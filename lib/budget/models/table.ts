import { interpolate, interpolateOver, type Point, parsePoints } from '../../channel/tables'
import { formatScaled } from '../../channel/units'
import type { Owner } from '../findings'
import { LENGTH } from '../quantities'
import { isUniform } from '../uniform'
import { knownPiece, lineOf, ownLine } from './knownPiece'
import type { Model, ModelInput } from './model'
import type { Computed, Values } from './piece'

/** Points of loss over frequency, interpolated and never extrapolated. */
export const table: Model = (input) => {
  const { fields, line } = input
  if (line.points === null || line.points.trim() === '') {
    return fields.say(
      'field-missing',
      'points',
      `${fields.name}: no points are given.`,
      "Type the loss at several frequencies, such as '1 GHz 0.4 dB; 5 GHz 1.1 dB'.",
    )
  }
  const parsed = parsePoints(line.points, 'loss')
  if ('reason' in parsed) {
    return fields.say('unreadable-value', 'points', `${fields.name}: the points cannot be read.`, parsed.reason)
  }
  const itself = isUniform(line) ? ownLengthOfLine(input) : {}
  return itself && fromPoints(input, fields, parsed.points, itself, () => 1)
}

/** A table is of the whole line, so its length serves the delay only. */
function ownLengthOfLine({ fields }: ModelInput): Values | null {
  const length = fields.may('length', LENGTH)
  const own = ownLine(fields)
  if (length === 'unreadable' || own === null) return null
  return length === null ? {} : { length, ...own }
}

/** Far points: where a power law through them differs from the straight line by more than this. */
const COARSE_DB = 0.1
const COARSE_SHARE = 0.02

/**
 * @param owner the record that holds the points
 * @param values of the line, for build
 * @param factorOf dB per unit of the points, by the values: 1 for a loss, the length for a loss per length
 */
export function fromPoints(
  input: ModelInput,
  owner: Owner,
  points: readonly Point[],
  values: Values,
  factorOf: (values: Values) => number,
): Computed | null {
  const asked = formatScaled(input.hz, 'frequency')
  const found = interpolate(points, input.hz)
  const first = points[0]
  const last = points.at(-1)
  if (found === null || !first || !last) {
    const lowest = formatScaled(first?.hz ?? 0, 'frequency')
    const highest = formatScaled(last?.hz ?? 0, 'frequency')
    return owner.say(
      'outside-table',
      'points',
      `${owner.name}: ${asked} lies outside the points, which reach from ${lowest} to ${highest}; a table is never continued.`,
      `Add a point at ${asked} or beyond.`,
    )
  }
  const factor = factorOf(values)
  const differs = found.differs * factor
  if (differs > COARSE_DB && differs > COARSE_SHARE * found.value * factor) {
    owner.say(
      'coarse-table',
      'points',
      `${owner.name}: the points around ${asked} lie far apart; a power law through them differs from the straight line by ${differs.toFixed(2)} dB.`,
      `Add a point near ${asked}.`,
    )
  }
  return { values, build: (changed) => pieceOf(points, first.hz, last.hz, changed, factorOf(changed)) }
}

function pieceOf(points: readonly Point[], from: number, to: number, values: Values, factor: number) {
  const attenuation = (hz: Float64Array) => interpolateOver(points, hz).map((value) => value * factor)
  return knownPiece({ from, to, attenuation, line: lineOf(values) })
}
* * *
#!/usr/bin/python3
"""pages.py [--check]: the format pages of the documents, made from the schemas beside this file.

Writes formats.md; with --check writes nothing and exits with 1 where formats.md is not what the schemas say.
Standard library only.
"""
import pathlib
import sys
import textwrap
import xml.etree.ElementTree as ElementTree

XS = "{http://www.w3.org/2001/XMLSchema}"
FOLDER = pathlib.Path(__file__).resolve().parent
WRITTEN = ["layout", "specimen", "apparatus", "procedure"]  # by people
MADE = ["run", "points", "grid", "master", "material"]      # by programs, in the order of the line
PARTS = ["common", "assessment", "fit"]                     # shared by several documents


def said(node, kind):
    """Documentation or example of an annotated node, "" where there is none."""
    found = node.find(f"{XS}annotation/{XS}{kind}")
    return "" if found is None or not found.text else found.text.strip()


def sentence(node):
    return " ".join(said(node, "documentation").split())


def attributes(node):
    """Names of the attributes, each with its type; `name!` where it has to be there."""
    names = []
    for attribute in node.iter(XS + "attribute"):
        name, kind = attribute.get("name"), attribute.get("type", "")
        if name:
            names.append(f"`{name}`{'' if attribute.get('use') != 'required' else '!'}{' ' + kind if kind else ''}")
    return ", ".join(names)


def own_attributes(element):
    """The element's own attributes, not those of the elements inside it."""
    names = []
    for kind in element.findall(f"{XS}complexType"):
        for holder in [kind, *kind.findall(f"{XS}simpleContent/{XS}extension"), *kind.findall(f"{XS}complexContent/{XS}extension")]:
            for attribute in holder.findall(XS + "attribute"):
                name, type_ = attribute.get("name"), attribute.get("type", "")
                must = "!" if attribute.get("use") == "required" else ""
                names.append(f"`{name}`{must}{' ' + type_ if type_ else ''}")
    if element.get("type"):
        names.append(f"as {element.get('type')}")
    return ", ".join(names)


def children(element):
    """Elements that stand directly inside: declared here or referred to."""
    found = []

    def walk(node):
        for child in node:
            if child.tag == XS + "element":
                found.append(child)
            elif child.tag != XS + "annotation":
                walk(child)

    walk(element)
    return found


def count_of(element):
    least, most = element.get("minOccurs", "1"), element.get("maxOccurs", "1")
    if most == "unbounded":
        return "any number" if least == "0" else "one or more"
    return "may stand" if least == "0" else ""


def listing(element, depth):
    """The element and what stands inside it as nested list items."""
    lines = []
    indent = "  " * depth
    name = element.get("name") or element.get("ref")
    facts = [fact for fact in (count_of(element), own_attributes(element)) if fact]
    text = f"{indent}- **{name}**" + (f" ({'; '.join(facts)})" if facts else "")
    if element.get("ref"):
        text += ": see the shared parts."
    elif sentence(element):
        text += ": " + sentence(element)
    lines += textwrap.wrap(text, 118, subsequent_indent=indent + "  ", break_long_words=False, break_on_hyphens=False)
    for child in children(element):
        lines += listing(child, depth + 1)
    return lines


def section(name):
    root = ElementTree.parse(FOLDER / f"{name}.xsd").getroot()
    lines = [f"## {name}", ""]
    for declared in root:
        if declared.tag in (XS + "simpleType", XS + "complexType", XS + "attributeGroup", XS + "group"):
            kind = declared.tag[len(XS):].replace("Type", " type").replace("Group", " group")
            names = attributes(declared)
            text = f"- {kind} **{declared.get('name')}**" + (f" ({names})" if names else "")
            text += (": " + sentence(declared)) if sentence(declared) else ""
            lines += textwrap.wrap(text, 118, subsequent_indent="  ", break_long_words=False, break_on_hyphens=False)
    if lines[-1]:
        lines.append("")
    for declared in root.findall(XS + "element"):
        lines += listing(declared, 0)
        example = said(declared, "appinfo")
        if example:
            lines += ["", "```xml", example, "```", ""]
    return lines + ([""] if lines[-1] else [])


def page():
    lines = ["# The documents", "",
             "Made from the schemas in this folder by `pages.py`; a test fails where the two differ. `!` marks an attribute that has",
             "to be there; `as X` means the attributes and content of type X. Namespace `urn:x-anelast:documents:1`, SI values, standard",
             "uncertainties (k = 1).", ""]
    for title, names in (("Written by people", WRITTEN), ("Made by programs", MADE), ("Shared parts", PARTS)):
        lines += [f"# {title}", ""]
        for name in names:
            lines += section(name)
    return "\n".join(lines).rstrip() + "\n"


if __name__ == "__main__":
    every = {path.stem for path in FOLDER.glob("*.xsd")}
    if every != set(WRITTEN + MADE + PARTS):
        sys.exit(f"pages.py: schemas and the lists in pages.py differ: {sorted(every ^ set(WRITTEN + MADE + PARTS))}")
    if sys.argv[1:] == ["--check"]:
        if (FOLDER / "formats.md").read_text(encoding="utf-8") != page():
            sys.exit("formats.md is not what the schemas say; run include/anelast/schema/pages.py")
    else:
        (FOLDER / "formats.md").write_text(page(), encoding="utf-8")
--
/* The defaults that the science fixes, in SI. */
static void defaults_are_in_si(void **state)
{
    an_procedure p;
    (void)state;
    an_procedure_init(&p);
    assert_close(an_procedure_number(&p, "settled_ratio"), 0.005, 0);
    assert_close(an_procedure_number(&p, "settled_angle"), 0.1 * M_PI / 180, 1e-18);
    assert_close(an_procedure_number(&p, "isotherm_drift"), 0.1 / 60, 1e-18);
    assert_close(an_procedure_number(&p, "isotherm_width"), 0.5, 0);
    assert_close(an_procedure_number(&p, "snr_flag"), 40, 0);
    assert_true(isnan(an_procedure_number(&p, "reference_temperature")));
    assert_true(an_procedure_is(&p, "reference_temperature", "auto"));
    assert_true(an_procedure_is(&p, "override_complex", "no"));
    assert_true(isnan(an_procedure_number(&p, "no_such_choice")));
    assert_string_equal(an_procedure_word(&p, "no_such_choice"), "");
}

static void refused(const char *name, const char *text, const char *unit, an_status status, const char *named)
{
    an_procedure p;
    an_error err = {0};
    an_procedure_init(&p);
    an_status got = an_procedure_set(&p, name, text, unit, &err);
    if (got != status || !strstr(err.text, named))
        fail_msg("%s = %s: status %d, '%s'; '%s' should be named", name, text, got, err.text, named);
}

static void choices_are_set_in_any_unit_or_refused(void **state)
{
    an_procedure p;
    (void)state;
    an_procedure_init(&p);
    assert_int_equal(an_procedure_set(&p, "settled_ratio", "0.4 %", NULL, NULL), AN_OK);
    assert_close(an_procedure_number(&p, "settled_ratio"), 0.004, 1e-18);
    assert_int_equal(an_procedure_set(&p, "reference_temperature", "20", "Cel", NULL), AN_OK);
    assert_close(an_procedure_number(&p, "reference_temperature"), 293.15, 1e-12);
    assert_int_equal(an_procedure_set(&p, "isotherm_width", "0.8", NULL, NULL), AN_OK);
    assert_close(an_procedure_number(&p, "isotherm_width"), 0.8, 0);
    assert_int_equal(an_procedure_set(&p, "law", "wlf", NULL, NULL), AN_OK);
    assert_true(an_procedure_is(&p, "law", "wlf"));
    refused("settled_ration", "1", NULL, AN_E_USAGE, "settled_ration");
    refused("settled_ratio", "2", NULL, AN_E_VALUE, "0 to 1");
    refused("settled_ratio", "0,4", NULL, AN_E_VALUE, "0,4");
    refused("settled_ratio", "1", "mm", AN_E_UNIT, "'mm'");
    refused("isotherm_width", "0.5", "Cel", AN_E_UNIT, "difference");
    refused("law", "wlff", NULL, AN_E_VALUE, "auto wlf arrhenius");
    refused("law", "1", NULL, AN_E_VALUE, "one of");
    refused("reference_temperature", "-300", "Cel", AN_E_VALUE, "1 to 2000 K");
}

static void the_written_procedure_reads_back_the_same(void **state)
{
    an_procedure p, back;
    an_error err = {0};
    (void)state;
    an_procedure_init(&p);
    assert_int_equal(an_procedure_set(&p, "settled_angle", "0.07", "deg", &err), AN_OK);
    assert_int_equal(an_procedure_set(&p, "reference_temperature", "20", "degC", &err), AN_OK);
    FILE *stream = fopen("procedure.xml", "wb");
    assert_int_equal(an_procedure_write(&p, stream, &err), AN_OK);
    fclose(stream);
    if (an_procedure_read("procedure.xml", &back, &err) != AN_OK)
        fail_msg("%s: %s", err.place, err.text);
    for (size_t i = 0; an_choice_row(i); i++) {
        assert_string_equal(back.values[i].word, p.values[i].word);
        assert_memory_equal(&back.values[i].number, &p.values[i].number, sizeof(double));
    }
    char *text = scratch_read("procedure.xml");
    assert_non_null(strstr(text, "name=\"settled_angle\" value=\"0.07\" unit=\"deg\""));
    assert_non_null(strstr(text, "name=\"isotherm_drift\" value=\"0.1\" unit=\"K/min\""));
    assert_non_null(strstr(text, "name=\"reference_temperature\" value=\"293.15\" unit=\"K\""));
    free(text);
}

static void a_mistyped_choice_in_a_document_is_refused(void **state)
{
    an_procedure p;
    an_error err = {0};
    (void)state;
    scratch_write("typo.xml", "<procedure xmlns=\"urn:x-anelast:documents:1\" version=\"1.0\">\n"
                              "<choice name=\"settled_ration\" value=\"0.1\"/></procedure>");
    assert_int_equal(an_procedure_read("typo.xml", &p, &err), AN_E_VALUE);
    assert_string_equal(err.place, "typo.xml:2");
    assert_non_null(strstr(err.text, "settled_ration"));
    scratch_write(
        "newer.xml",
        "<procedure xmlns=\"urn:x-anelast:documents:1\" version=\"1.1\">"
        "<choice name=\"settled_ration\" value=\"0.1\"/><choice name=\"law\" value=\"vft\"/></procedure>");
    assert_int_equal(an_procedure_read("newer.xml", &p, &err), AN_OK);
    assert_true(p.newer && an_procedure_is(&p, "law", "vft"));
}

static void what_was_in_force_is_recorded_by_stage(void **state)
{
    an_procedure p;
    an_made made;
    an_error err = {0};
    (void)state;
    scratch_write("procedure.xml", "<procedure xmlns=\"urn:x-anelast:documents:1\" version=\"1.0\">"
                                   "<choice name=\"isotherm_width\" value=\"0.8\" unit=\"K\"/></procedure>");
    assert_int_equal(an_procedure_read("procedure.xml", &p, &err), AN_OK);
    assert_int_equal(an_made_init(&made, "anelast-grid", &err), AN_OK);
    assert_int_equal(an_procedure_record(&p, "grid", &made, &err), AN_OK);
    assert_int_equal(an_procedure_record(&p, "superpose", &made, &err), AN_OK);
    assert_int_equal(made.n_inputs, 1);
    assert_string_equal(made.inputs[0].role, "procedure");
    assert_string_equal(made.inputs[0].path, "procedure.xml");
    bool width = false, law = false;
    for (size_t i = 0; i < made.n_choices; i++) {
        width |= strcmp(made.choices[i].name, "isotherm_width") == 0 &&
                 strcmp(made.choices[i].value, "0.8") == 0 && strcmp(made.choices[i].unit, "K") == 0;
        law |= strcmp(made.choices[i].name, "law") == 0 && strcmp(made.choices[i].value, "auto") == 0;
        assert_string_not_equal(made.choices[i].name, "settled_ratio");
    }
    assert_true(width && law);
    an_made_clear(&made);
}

Task – Nothing but the lines above from the one containing "filename lib/budget/models/table.ts" through the one containing "never extrapolated. */" should appear in the answer, each repeated exactly.

Written response –
filename lib/budget/models/table.ts
import { interpolate, interpolateOver, type Point, parsePoints } from '../../channel/tables'
import { formatScaled } from '../../channel/units'
import type { Owner } from '../findings'
import { LENGTH } from '../quantities'
import { isUniform } from '../uniform'
import { knownPiece, lineOf, ownLine } from './knownPiece'
import type { Model, ModelInput } from './model'
import type { Computed, Values } from './piece'

/** Points of loss over frequency, interpolated and never extrapolated. */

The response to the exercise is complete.